Question

a football goal crossbar is 10 feet high.suppose a football placed on the field is 30 yards horizontally from a goal crossbar. a football player wants to kick the ball to score .discuss what initial velocity magnitude in si unit and initial velocity degree angle to the horizontal you would use so that the ball just clears the crossbar .show your work ( note 3.28 feet=1 meter.3feet=1 yard.) use si unit only please.please explain why each velocity and angle is chosen.​

Answer 1

Given:

Height of the goal crossbar $=10ft$

Distance of the football from the goal bar $=30yards$

$1m=3.28ft$

$1yard=3ft$

To find:

1. Initial velocity of projection.
2. Angle of projection.

Solution:

Step 1

We have been given that the football player is standing at a

distance of $30$ yards = $27.4$ meter from the goal crossbar, which is at a

height of $10$ feet = $3.048$ meter above the ground.

Let O be the point from which the football is kicked and the football follows a projectile motion till the goal is reached.

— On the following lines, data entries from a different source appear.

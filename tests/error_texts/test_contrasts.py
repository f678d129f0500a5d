"""The exact text of each refusal by designs, schemes, corrections and permutation_test."""

import numpy as np
import pandas as pd
import pytest

import tfstats as tfs


def maps_of(subjects=8, unit="decibel", values=None, **more):
    if values is None:
        values = np.random.default_rng(0).normal(size=(subjects, 2, 2, 2, 3))
    return tfs.ConditionMaps(
        values, subjects=[f"S{i}" for i in range(len(values))], conditions=["recalled", "missed"], channels=["Fz", "Pz"],
        frequencies=[4, 8], times=[0.0, 0.1, 0.2], unit=unit, **more,
    )  # fmt: skip


def refused(text):
    import re

    return pytest.raises(tfs.InputError, match=f"^{re.escape(text)}$")


def test_designs():
    maps = maps_of()
    with refused(
        'paired: expected two different conditions, got "missed" twice; name the condition it is compared with.'
    ):
        tfs.paired(maps, "missed", "missed")
    with refused(
        'paired: expected conditions among "missed", "recalled", got "Recalled"; use the spelling of the data.'
    ):
        tfs.paired(maps, "Recalled", "missed")
    with refused("paired: expected ConditionMaps, got dict; make them with condition_maps."):
        tfs.paired({}, "recalled", "missed")
    with refused("weighted: expected at least one weight other than zero, got zeros only; give the weights."):
        tfs.weighted(maps, {"recalled": 0})
    with refused('weighted: expected a mapping of condition to number, got []; write {"recalled": 1, "missed": -1}.'):
        tfs.weighted(maps, [])
    with refused(
        "weighted, condition \"recalled\": expected a number, got 'much'; write its weight.\n"
        'weighted, condition "missed": expected a finite number, got inf; write its weight.'
    ):
        tfs.weighted(maps, {"recalled": "much", "missed": float("inf")})
    with refused("trend: expected at least two different levels, got [1.0, 1.0]; give each condition its level."):
        tfs.trend(maps, {"recalled": 1, "missed": 1})
    with refused(
        'interaction, first pair: expected two different conditions, got \'recalled\'; write ("first", "second").\n'
        'interaction, second pair: expected two different conditions, got ("a",); write ("first", "second").'.replace(
            '("a",)', "('a',)"
        )
    ):
        tfs.interaction(maps, "recalled", ("a",))
    with refused(
        "interaction: expected two different differences, got the same pair twice; name the pair it is compared with."
    ):
        tfs.interaction(maps, ("recalled", "missed"), ("recalled", "missed"))
    with refused(
        "paired: expected at least two subjects, got 1; for one subject compare trials with trialwise or trialwise_change."
    ):
        tfs.paired(maps_of(1), "recalled", "missed")


def test_tests_against_the_baseline():
    with refused(
        'against_zero: expected relative power, got unit "power"; give a Baseline with a unit, power itself is never zero.'
    ):
        tfs.against_zero(maps_of(unit="none"), "recalled")
    averaged = maps_of().mean_across("frequencies", of="units")
    with refused(
        'against_zero: expected decibels averaged as the decibel of the mean ratio (of="ratios"), got decibels averaged over '
        'points as decibels (of="units"), whose bias does not shrink by averaging; average with mean_across(..., of="ratios").'
    ):
        tfs.against_zero(averaged, "recalled")
    assert tfs.against_zero(maps_of(), "recalled").cautions == (
        "The maps carry no record of their baseline: whether their mean is zero under no change could not be checked.",
    )
    with pytest.raises(tfs.InputError, match="mean"):
        tfs.weighted(averaged, {"recalled": 1.0})


def test_settings_all_at_once():
    contrast = tfs.paired(maps_of(), "recalled", "missed")
    with refused(
        "permutation_test, correction: expected ClusterExtent, ClusterMass, FalseDiscoveryRate, MaxStatistic or ThresholdFree, "
        "got 'mass'; write ClusterMass(forming_p=0.01).\n"
        "permutations: expected a whole number of at least 2, got 0; 10000 gives p-values to about a tenth of .05.\n"
        'alternative: expected one of "greater", "less", "two-sided", got \'larger\'; one-sided tests are fixed before seeing '
        "the data.\n"
        "alpha: expected a number between 0 and 1, got 5; write 0.05 for five percent.\n"
        "seed: expected a whole number of at least 0, got -1; give a whole number."
    ):
        tfs.permutation_test(contrast, "mass", permutations=0, alternative="larger", alpha=5, seed=-1)
    with refused("ClusterMass, forming_p: expected a number between 0 and 1, got 1.2; write 0.05 for five percent."):
        tfs.ClusterMass(forming_p=1.2)
    with refused(
        'FalseDiscoveryRate, method: expected one of "benjamini_hochberg", "benjamini_yekutieli", got \'bh\'; choose one of them.'
    ):
        tfs.FalseDiscoveryRate(method="bh")
    with refused(
        "threads: expected a whole number of at least 1, got 0; give the number of threads, or leave it out for all CPUs."
    ):
        tfs.permutation_test(contrast, tfs.MaxStatistic(), threads=0)


@pytest.mark.parametrize(
    ("subjects", "alternative", "smallest", "needed"), [(5, "two-sided", "0.0625", 6), (4, "less", "0.0625", 5)]
)
def test_too_few_subjects(subjects, alternative, smallest, needed):
    # 2^-n one-sided, 2^-(n - 1) two-sided (arithmetic): five subjects cannot reach .05 two-sided.
    contrast = tfs.paired(maps_of(subjects), "recalled", "missed")
    with refused(
        f"paired, recalled - missed: expected enough subjects for a p of 0.05, got {subjects}, whose smallest p is {smallest} "
        f"({alternative}); at least {needed} subjects are needed."
    ):
        tfs.permutation_test(contrast, tfs.MaxStatistic(), alternative=alternative)
    enough = tfs.paired(maps_of(needed), "recalled", "missed")
    assert tfs.permutation_test(enough, tfs.MaxStatistic(), alternative=alternative).record.smallest_p <= 0.05


def test_too_few_relabellings():
    contrast = tfs.paired(maps_of(16), "recalled", "missed")
    with refused(
        "permutations: expected enough relabellings for a p of 0.05, got 10, whose smallest p is 0.1; "
        "ask for at least 20, better 10000."
    ):
        tfs.permutation_test(contrast, tfs.MaxStatistic(), permutations=10)


def test_constant_and_missing_data():
    same = np.zeros((8, 2, 2, 2, 3))
    with refused(
        "paired, recalled - missed: expected compared values that vary, got the same value in every subject at every point; "
        "check that the conditions are not the same data."
    ):
        tfs.permutation_test(tfs.paired(maps_of(values=same), "recalled", "missed"), tfs.MaxStatistic())
    gaps = np.random.default_rng(0).normal(size=(8, 2, 2, 2, 3))
    gaps[0, 0, :, 0] = np.nan
    gaps[1, 1, :, 1] = np.nan
    with refused(
        "paired, recalled - missed: expected at least one point that is finite in all subjects, got none; choose frequencies "
        "and times that all of them have, or leave out those without data."
    ):
        tfs.permutation_test(tfs.paired(maps_of(values=gaps), "recalled", "missed"), tfs.MaxStatistic())


def test_adjacency():
    contrast = tfs.paired(maps_of(), "recalled", "missed")
    table = pd.DataFrame([[False, True], [True, False]], index=["Fz", "Cz"], columns=["Fz", "Cz"])
    with refused('adjacency: expected every channel of the data, got none of "Pz"; add them to the electrode table.'):
        tfs.permutation_test(contrast, tfs.MaxStatistic(), adjacency=table)
    with refused("adjacency: expected a table of channel names x channel names, got ndarray; use channel_adjacency."):
        tfs.permutation_test(contrast, tfs.MaxStatistic(), adjacency=table.to_numpy())
    one_sided = pd.DataFrame([[False, True], [False, False]], index=["Fz", "Pz"], columns=["Fz", "Pz"])
    with refused("adjacency: expected a symmetric table, got one-sided neighbours; make both directions true."):
        tfs.permutation_test(contrast, tfs.MaxStatistic(), adjacency=one_sided)


def test_band_table_all_at_once():
    tests = {"memory": lambda maps: tfs.paired(maps, "recalled", "missed")}
    with refused(
        'band "alpha": expected a window that holds at least one point of the axis 4 to 8 Hz, got 9 to 13 Hz; '
        "choose a window inside the data.\n"
        'band "theta - alpha": expected two bands among "theta", got "alpha", "theta"; name two bands that have edges.'
    ):
        tfs.band_table(
            maps_of(), tests, {"theta": (4, 8), "alpha": (9, 13), "theta - alpha": ("theta", "alpha")}, {"w": (0, 1)}
        )
    with refused(
        'window "late": expected a window that holds at least one point of the axis 0 to 0.2 s, got 1 to 2 s; '
        "choose a window inside the data."
    ):
        tfs.band_table(maps_of(), tests, {"theta": (4, 8)}, {"late": (1, 2)})


def test_loading_what_is_not_there(tmp_path):
    with refused(f"{tmp_path / 'result.npz'}: expected a saved result, got nothing; give the folder that save wrote."):
        tfs.ContrastResult.load(tmp_path)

For getting a proper goal, the ball needs to be a bit lower than the height of the crossbar lets assume it to be at 3 meters.

Now,

The range of a projectile is given by $R=\frac{u^{2}sin2\alpha }{g}$

The height of a projectile is given by $H=\frac{u^{2} .sin^{2}\alpha }{2g}$

Where, $\alpha$ is the angle made by the projectile with the horizontal.

Step 2

Now, if we take the ratio of range and height, we get

$\frac{R}{H} =(\frac{u^{2}sin2\alpha }{g})(\frac{2g}{u^{2} sin^{2}\alpha } )$  

$\frac{R}{H} =\frac{2.sin2\alpha }{sin^{2}\alpha }$

$\frac{R}{H}=\frac{2(2sin\alpha .cos\alpha )}{sin^{2} \alpha }$

$\frac{R}{H} =4cot\alpha$

$4cot\alpha =\frac{27.4}{3}$

$cot\alpha =2.29$

$\alpha =23.5$°  $(approx)$

Hence, the angle with which the football needs to be kicked to get a goal with respect to the horizontal is 23.5°.

Step 3

Now,

We know, the height required for getting a goal is 3 m. Hence, we get

$\frac{u^{2} .sin^{2}\alpha }{2g}=3$

Substituting the values of $\alpha =23.5^{o}$ we get, we get $sin(23.5)=0.4$,

$\frac{u^{2} .(0.4)^{2} }{2(10)}=3$

$u^{2} =5\sqrt{15}$

$u=5$ × $3.8$

$u=19m/s$

Hence, the velocity with the ball needs to be kicked such that it gets into the goal is 19 m/s.

Final answer:

Hence,

1. The football needs to kicked with a speed of 19 m/s.
2. The football needs to be kicked at an angle of 23.5° with respect to the horizontal.